Early priorities, as I have stated before, are the retail, manufacturing and construction sectors. However the working groups also cover sectors such as tourism, energy, finance and food and drink.
We believe that this partnership approach is the right and responsible way to proceed. It will allow businesses to reopen when they can safely do so, and we all want that to be as soon as possible, and it will hopefully provide employers, workers and the wider public with the vital reassurance that reopening will not be putting your health at unnecessary risk.
Finally, I want to restate what the lockdown restrictions mean for all of us. Our fundamental advice in Scotland remains unchanged. Please stay at home - except for essential work that can’t be done at home, for buying food or accessing medicines, or exercising.
You can now go for walks, runs or bike rides more than once a day if you want to. But when you are out, please stay more than two meters from other people and don't meet up with people from other households.
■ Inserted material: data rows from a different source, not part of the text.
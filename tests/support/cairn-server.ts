/**
 * Runs the built Cairn (API serving the web, plus the local fakes) as real
 * processes against a fresh test database, on free ports: what a user of
 * `npm start` gets, without touching the demo data.
 */
import { type ChildProcess, spawn, spawnSync } from 'node:child_process';
import { randomBytes } from 'node:crypto';
import { existsSync, mkdtempSync } from 'node:fs';
import { createServer } from 'node:net';
import { tmpdir } from 'node:os';
import { join } from 'node:path';
import { API_NODE_FLAGS } from '../../packages/api/src/node-flags.ts';
import { repoRoot } from './paths.ts';

const handedOut = new Set<number>();

/**
 * A port free on 127.0.0.1 now, never one this process handed out before (the kernel may
 * offer a just-released port again, and two servers of one test would then collide).
 */
export async function freePort(): Promise<number> {
  for (;;) {
    const port = await new Promise<number>((resolve, reject) => {
      const server = createServer();
      server.unref();
      server.on('error', reject);
      server.listen(0, '127.0.0.1', () => {
        const address = server.address();
        server.close(() => resolve(typeof address === 'object' && address ? address.port : 0));
      });
    });
    if (!handedOut.has(port)) {
      handedOut.add(port);
      return port;
    }
  }
}

export interface CairnServer {
  baseUrl: string;
  fakesUrl: string;
  databaseName: string;
  env: NodeJS.ProcessEnv;
  /** Everything the API process printed */
  output: () => string;
  stop(): Promise<void>;
}

export interface StartOptions {
  /** Load the demo organisation (default true) */
  seed?: boolean;
  env?: NodeJS.ProcessEnv;
}

const apiDist = join(repoRoot, 'packages', 'api', 'dist');

function cli(args: string[], env: NodeJS.ProcessEnv): void {
  const result = spawnSync(
    process.execPath,
    [...API_NODE_FLAGS, join(apiDist, 'cli.js'), ...args],
    {
      env,
      cwd: repoRoot,
      encoding: 'utf8',
    },
  );
  if (result.status !== 0)
    throw new Error(`cli ${args.join(' ')} failed:\n${result.stdout}\n${result.stderr}`);
}

async function waitHealthy(url: string, child: ChildProcess, timeoutMs: number): Promise<void> {
  const deadline = Date.now() + timeoutMs;
  while (Date.now() < deadline) {
    if (child.exitCode !== null)
      throw new Error(`the API exited with code ${child.exitCode} before becoming healthy`);
    try {
      if ((await fetch(url)).ok) return;
    } catch {
      // not listening yet
    }
    await new Promise((r) => setTimeout(r, 200));
  }
  throw new Error(`${url} was not healthy within ${timeoutMs} ms`);
}

export async function startCairn(options: StartOptions = {}): Promise<CairnServer> {
  if (!existsSync(join(apiDist, 'main.js')))
    throw new Error('packages/api/dist is missing: run `npm test` (it builds) or `npm run build`');
  // A port taken between choosing it and binding it makes a process exit at once: try again on
  // new ports (twice at most); any other failure is reported with everything the processes said.
  for (let attempt = 1; ; attempt++) {
    try {
      return await startOnce(options);
    } catch (error) {
      if (!(error instanceof PortTakenError) || attempt >= 3) throw error;
    }
  }
}

class PortTakenError extends Error {}

async function startOnce(options: StartOptions): Promise<CairnServer> {
  const [port, fakesPort, smtpPort] = [await freePort(), await freePort(), await freePort()];
  const databaseName = `cairn_test_${randomBytes(5).toString('hex')}`;
  const env: NodeJS.ProcessEnv = {
    ...process.env,
    CAIRN_PROFILE: 'test',
    NODE_ENV: 'test',
    CAIRN_ROOT: repoRoot,
    CAIRN_DATABASE_NAME: databaseName,
    CAIRN_SERVER_PORT: String(port),
    CAIRN_SERVER_PUBLIC_URL: `http://127.0.0.1:${port}`,
    CAIRN_DEV_FAKES_PORT: String(fakesPort),
    CAIRN_DEV_FAKES_SMTP_PORT: String(smtpPort),
    CAIRN_DEV_FAKES_DATA_DIR: mkdtempSync(join(tmpdir(), 'cairn-fakes-')),
    CAIRN_MAIL_PORT: String(smtpPort),
    CAIRN_LOGGING_LEVEL: 'warn',
    ...options.env,
  };
  cli(['migrate', '--create'], env);
  if (options.seed !== false) cli(['seed-demo', join(repoRoot, 'seed-data', 'out')], env);

  const children: ChildProcess[] = [];
  let output = '';
  const run = (script: string, flags: readonly string[] = []) => {
    const child = spawn(process.execPath, [...flags, script], {
      env,
      cwd: repoRoot,
      stdio: ['ignore', 'pipe', 'pipe'],
    });
    child.stdout?.on('data', (d: Buffer) => (output += d.toString()));
    child.stderr?.on('data', (d: Buffer) => (output += d.toString()));
    children.push(child);
    return child;
  };
  const fakes = join(apiDist, 'dev', 'main.js');
  if (existsSync(fakes)) run(fakes);
  const api = run(join(apiDist, 'main.js'), API_NODE_FLAGS);
  const baseUrl = `http://127.0.0.1:${port}`;
  try {
    await waitHealthy(`${baseUrl}/api/health`, api, 120_000);
  } catch (error) {
    for (const child of children) child.kill('SIGKILL');
    cli(['drop-test-database'], env);
    const message = `${(error as Error).message} (API on port ${port}, fakes on ${fakesPort} and ${smtpPort})\n${output}`;
    if (/EADDRINUSE/.test(output)) throw new PortTakenError(message, { cause: error });
    throw new Error(message, { cause: error });
  }

  return {
    baseUrl,
    fakesUrl: `http://127.0.0.1:${fakesPort}`,
    databaseName,
    env,
    output: () => output,
    stop: async () => {
      await Promise.all(
        children.map(
          (child) =>
            new Promise<void>((resolve) => {
              if (child.exitCode !== null) return resolve();
              child.once('exit', () => resolve());
              child.kill('SIGTERM');
              setTimeout(() => child.kill('SIGKILL'), 10_000).unref();
            }),
        ),
      );
      cli(['drop-test-database'], env);
    },
  };
}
Wear a face covering if you are in a shop or on public transport. And isolate completely if you or someone in your household has symptoms.
As I say every day, I know these restrictions are very hard and they get tougher to comply with every single day that passes. But we are doing it for a reason because by complying with these restrictions now, we will all come out of lockdown sooner and we will do so in a way that minimises the number of lives that are lost to this horrible virus.
So please stick with these restrictions for now. Because that is the way that we will continue to slow the spread of the virus, it’s how we will continue to protect the NHS and as I said a moment ago, it is how we will save lives. So my thanks again to all of you for your cooperation so far.